Так вот чем парочка занималась в склепе!

– Так у вас сегодня готическая свадьба? – заинтригованно уточнил Макс.

– Нет, у нас сегодня день поминовения. Сорок дней со дня трагической гибели мастера, и мы собрались здесь, чтобы почтить его бессмертную душу, – с пафосом провозгласил Цепеш.

Мы с Максом красноречиво переглянулись, и я спросила:

– А кто это – мастер?

Цепеш обвел взглядом своих товарищей:

– Ну что, посвятим гостей в нашу тайну?

Готы не возражали, и Цепеш торжественно изрек:

– Мастер был одним из бессмертных и принадлежал к касте высших вампиров.

Я закашлялась. Слышала бы мама, что бывшего кучера причислили к высшим вампирам, кровью бы поперхнулась. В нашей иерархии он топтался где-то в самом низу.

Макс, наклонившись, постучал меня по спине и одними губами прошептал:

– Что, завидно?

Вместо ответа я щелкнула зубами.

– Моя кузина потрясена, – перевел Макс собравшимся. – Разве вампиры существуют?

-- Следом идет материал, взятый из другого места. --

"""The plain-numpy bootstrap loops (plain.py) give the compiled loops' numbers to the last bit, and a
command-line analysis does not load the compiled ones.

Common practice (floating-point results depend on the order of the additions, so "the same
numbers" means bit for bit, numpy.testing.assert_array_equal); the generator itself is checked
against the published algorithm in test_kernels.py, for both sets of loops.
"""

from __future__ import annotations

import json
import subprocess
import sys
from pathlib import Path

import numpy as np
import pytest

from service.stats import compiled, kernels, plain, streams

ROOT = Path(__file__).resolve().parents[2]


def _both(
    states: np.ndarray, draws: kernels.SubjectDraws, replicates: int, keep: bool
) -> list[tuple[np.ndarray, ...]]:
    """Each set of loops drawn from copies of the same states: (means, presence, draws, misses,
    states after)."""
    results = []
    for loops in (plain.draw_subjects, compiled.draw_subjects):
        here = states.copy()
        means, present, index = draws.buffers(replicates, keep_index=keep)
        misses = np.full(here.shape[0], -1, dtype=np.int64)
        loops(here, draws._members, draws._bounds, draws._thresholds, draws._columns,
              means, present, index, misses)
        results.append((means, present, index, misses, here))
    return results


def _assert_same(one: tuple[np.ndarray, ...], other: tuple[np.ndarray, ...]) -> None:
    for left, right in zip(one, other, strict=True):
        assert left.dtype == right.dtype
        np.testing.assert_array_equal(left, right)


@pytest.mark.parametrize(("n", "k", "replicates", "strata"), [
    (1, 1, 5, 0), (2, 3, 1, 0), (7, 2, 13, 0), (24, 3, 50, 0), (25, 3, 51, 2), (40, 5, 7, 0),
    (64, 3, 100, 3), (65, 3, 100, 0), (130, 4, 33, 5), (200, 3, 400, 0), (11, 6, 90, 3),
])
def test_chains_of_chunks_are_identical(n: int, k: int, replicates: int, strata: int) -> None:
    """Three chunks in a row, each from where the last one left the streams (spare half used or
    not), with and without the draws kept, bitsets (≤ 64 subjects) and bytes, strata or none."""
    data = np.random.default_rng(n * 100 + k).normal(20.0, 5.0, size=(n, k))
    codes = None if strata == 0 else np.arange(n, dtype=np.int64) % strata
    draws = kernels.SubjectDraws(n + 3, data, codes, compiled=False)
    states = draws.position()
    for chunk, keep in ((replicates, True), (replicates // 2 + 1, False), (3, True)):
        mine, theirs = _both(states, draws, chunk, keep)
        _assert_same(mine, theirs)
        states = theirs[4]


@pytest.mark.parametrize("lanes", [0, 1, 2, 3, 63, 64, 255, 256, 257, 1001])
def test_draws_from_any_lane_are_identical(lanes: int) -> None:
    """From a state part-way into a stream (streams.at_lane: an odd lane leaves a spare half
    waiting), both loops draw the same subjects and leave the same state."""
    data = np.random.default_rng(lanes).normal(size=(9, 3))
    draws = kernels.SubjectDraws(31, data, compiled=True)
    start = draws.position()
    states = np.empty_like(start)
    streams.at_lane(streams.jump_table(), start[0], lanes, states[0])
    for replicates in (1, 2, 17):
        mine, theirs = _both(states, draws, replicates, True)
        _assert_same(mine, theirs)


def test_rejected_lanes_are_identical() -> None:
    """Lemire 2019 (ACM TOMACS 29:3): with n = 2¹⁷ − 1 subjects, 2³² mod n = 2¹⁵ and about one lane
    in 131,000 is rejected; the plain loops skip the same lanes and count them the same way."""
    n = 131_071
    data = np.random.default_rng(3).normal(size=(n, 3))
    draws = kernels.SubjectDraws(12, data, compiled=False)
    mine, theirs = _both(draws.position(), draws, 3, True)
    assert theirs[3][0] > 0
    _assert_same(mine, theirs)


@pytest.mark.parametrize("n", [5, 64, 65, 150])
def test_omission_sums_are_identical(n: int) -> None:
    """The jackknife-after-bootstrap sums (Efron 1992 §3), added twice onto non-zero sums and by
    subject ranges, non-finite replicates left out."""
    data = np.random.default_rng(n).normal(size=(n, 3))
    _, present, _ = kernels.SubjectDraws(n, data, compiled=False).draw(301)
    centred = np.random.default_rng(n + 1).normal(size=301)
    finite = np.arange(301) % 6 != 0
    start = np.random.default_rng(2).normal(size=(3, n))
    results = []
    for loops in ((plain.omission_sums, plain.omission_sums),
                  (compiled.omission_sums_bits, compiled.omission_sums_bytes)):
        sums = start.copy()
        add = loops[1] if present.dtype == np.uint8 else loops[0]
        add(present, 0, n, finite, centred, sums)
        for first, stop in ((0, 1), (1, n // 2), (n // 2, n), (3, 3)):
            add(present, first, stop, finite, centred[::-1].copy(), sums)
        results.append(sums)
    np.testing.assert_array_equal(results[0], results[1])



def _sums_where_absent(present: np.ndarray, n: int, finite: np.ndarray, centred: np.ndarray,
                       sums: np.ndarray) -> None:
    """The definition, one addition at a time and only where subject i is absent."""
    for b in range(present.shape[0]):
        if not finite[b]:
            continue
        for i in range(n):
            here = (present[b, i] != 0 if present.dtype == np.uint8
                    else (int(present[b, 0]) >> i) & 1)
            if not here:
                d = float(centred[b])
                sums[0, i] += 1.0
                sums[1, i] += d
                sums[2, i] += d * d


@pytest.mark.parametrize("n", [7, 64, 90])
def test_omission_sums_at_the_edges_of_floating_point(n: int) -> None:
    """The compiled loops add -0.0 where a subject is present instead of branching. x + (-0.0)
    is x: exact for x other than zero, and for the zeros by IEEE 754-2019 §6.3 in the default
    rounding (+0 + -0 = +0, -0 + -0 = -0; quoted from memory). So their sums equal, bit for bit,
    those of adding only where absent, also from starting sums of -0.0, ±infinity and NaN and
    with θ*−θ̂ so large that its square overflows (1e200) or that it is infinite."""
    with np.errstate(over="ignore", invalid="ignore"):
        data = np.random.default_rng(n).normal(size=(n, 3))
        _, present, _ = kernels.SubjectDraws(n, data, compiled=False).draw(40)
        if present.dtype == np.uint8:  # subject 0 in every replicate: nothing is added to it
            present[:, 0] = 1
        else:
            present[:, 0] |= np.uint64(1)
        centred = np.random.default_rng(n + 1).normal(size=40)
        centred[[3, 9, 17, 25]] = [1e200, -0.0, np.inf, -1e300]
        finite = np.arange(40) % 7 != 0
        start = np.random.default_rng(3).normal(size=(3, n))
        start[:, 0], start[:, 1], start[:, 2], start[:, 3] = -0.0, np.inf, -np.inf, np.nan
        start[:, 4] = 0.0
        expected, sums = start.copy(), start.copy()
        _sums_where_absent(present, n, finite, centred, expected)
        add = compiled.omission_sums_bytes if present.dtype == np.uint8 else compiled.omission_sums_bits
        add(present, 0, n, finite, centred, sums)
    assert expected.tobytes() == sums.tobytes()  # bytes: -0.0 and NaN compared as they are
    assert np.signbit(sums[:, 0]).all()  # subject 0's -0.0 starts stayed -0.0

def test_the_default_choice_of_loops(monkeypatch: pytest.MonkeyPatch) -> None:
    """Plain numpy until the process has drawn COMPILED_FROM_DRAWS in it, compiled loops from
    then on and once this process has loaded them (this test module has)."""
    assert kernels.compiled_loaded()
    assert kernels.SubjectDraws(1, np.zeros((3, 1))).compiled
    assert kernels.use_compiled(1)
    assert not kernels.SubjectDraws(1, np.zeros((3, 1)), compiled=False).compiled
    monkeypatch.setattr(kernels, "compiled_loaded", lambda: False)
    monkeypatch.setattr(kernels, "_plain_draws", 0)
    limit = kernels.COMPILED_FROM_DRAWS
    assert not kernels.use_compiled(limit // 2)
    assert not kernels.use_compiled(limit // 2 - 1)
    assert kernels.use_compiled(1)  # the total reaches the limit here
    monkeypatch.setattr(kernels, "_plain_draws", 0)
    assert kernels.use_compiled(limit)


def test_a_command_line_analysis_does_not_load_the_compiled_loops(tmp_path: Path) -> None:
    """A fresh `bioparity analyze` of a short run (well under COMPILED_FROM_DRAWS draws) imports
    neither numba nor the service's web and database layers, nor scipy.stats: what it does not
    need, it does not wait for (the start-up target of benchmarks/startup.py). Its record is the
    one the compiled loops give in this process."""
    from service.intake.reading import read_request
    from service.records.building import build_record

    rng = np.random.default_rng(8)
    records = [{"subject": f"S{i:02d}", "period": p, "treatment": t,
                "value": float(v + rng.normal(0.0, 1.0))}
               for i in range(20)
               for p, (t, v) in enumerate((("B", 20.0), ("R", 30.0), ("T", 31.0)), 1)]
    request = {"design": {"test": "T", "reference": "R", "baseline": "B"}, "records": records,
               "settings": {"replicates": 800, "seed": 4}}
    path = tmp_path / "request.json"
    path.write_text(json.dumps(request), encoding="utf-8")
    script = (
        "import sys\n"
        "from service.cli.main import main\n"
        f"sys.argv = ['bioparity', 'analyze', {str(path)!r}, '--out', {str(tmp_path / 'out')!r}]\n"
        "try:\n"
        "    main()\n"
        "except SystemExit as exc:\n"
        "    assert not exc.code, exc.code\n"
        "print(sorted(m for m in ('numba', 'llvmlite', 'service.stats.compiled', 'fastapi',\n"
        "             'starlette', 'sqlalchemy', 'scipy.stats', 'uvicorn') if m in sys.modules))\n"
    )
    done = subprocess.run([sys.executable, "-c", script], capture_output=True, text=True,
                          cwd=ROOT, timeout=300)
    assert done.returncode == 0, done.stderr
    assert done.stdout.strip().splitlines()[-1] == "[]"
    written = json.loads((tmp_path / "out" / "record.json").read_text(encoding="utf-8"))
    here = build_record(read_request("json", path.read_bytes(), {}))  # compiled loops here
    assert json.dumps(written, sort_keys=True) == json.dumps(here, sort_keys=True)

Готы в возмущении загалдели. Сама мысль о том, что вампиры – миф, привела их в полнейшее негодование. Батори подскочила к нам, выставила шею, на которой алели две точки от зубов, и дрожащим от гнева голосом воскликнула:

– А что вы на это скажете?

«Скажу, что для укуса месячной давности ранки выглядят чересчур свежо», – профессионально определила я.

– Ее укусил сам мастер! – с завистью в голосе сообщила Кали. – Не все из нас успели удостоиться подобной чести.

Судя по нескрываемой зависти, до самой девушки очередь не дошла.

Батори нервно почесала едва затянувшуюся ранку, расковыряв ее до крови, и я шумно сглотнула, отведя глаза от соблазнительного зрелища. Вот почему ранка выглядит свежей! Значит, другого вампира здесь все-таки нет.

Я изобразила живейшую заинтересованность:

– Расскажите мне о нем. Каким он был и почему погиб, если он бессмертен?

– Мастер был прекрасен, – с придыханием проговорила Батори, и взгляд ее затуманился.

– Он был высоким, – подхватила Кали.

– Сильным! – добавила Клаудия.

– И вечно молодым! – вставила свое слово Друзилла.

Я с недоумением сглотнула слюну. Даже жажда на время отступила. Они что, серьезно? Это все о низком, неказистом, горбоносом, на момент превращения разменявшем пятый десяток Герасиме, которого я знаю?

– А на кого из знаменитостей был похож мастер? – выдавила я. – Я хочу представить себе его типаж.

Девчонки наперебой загалдели.

– Он был вылитый Том Круз в «Интервью с вампиром»! – в экстазе закатила очи Лилит.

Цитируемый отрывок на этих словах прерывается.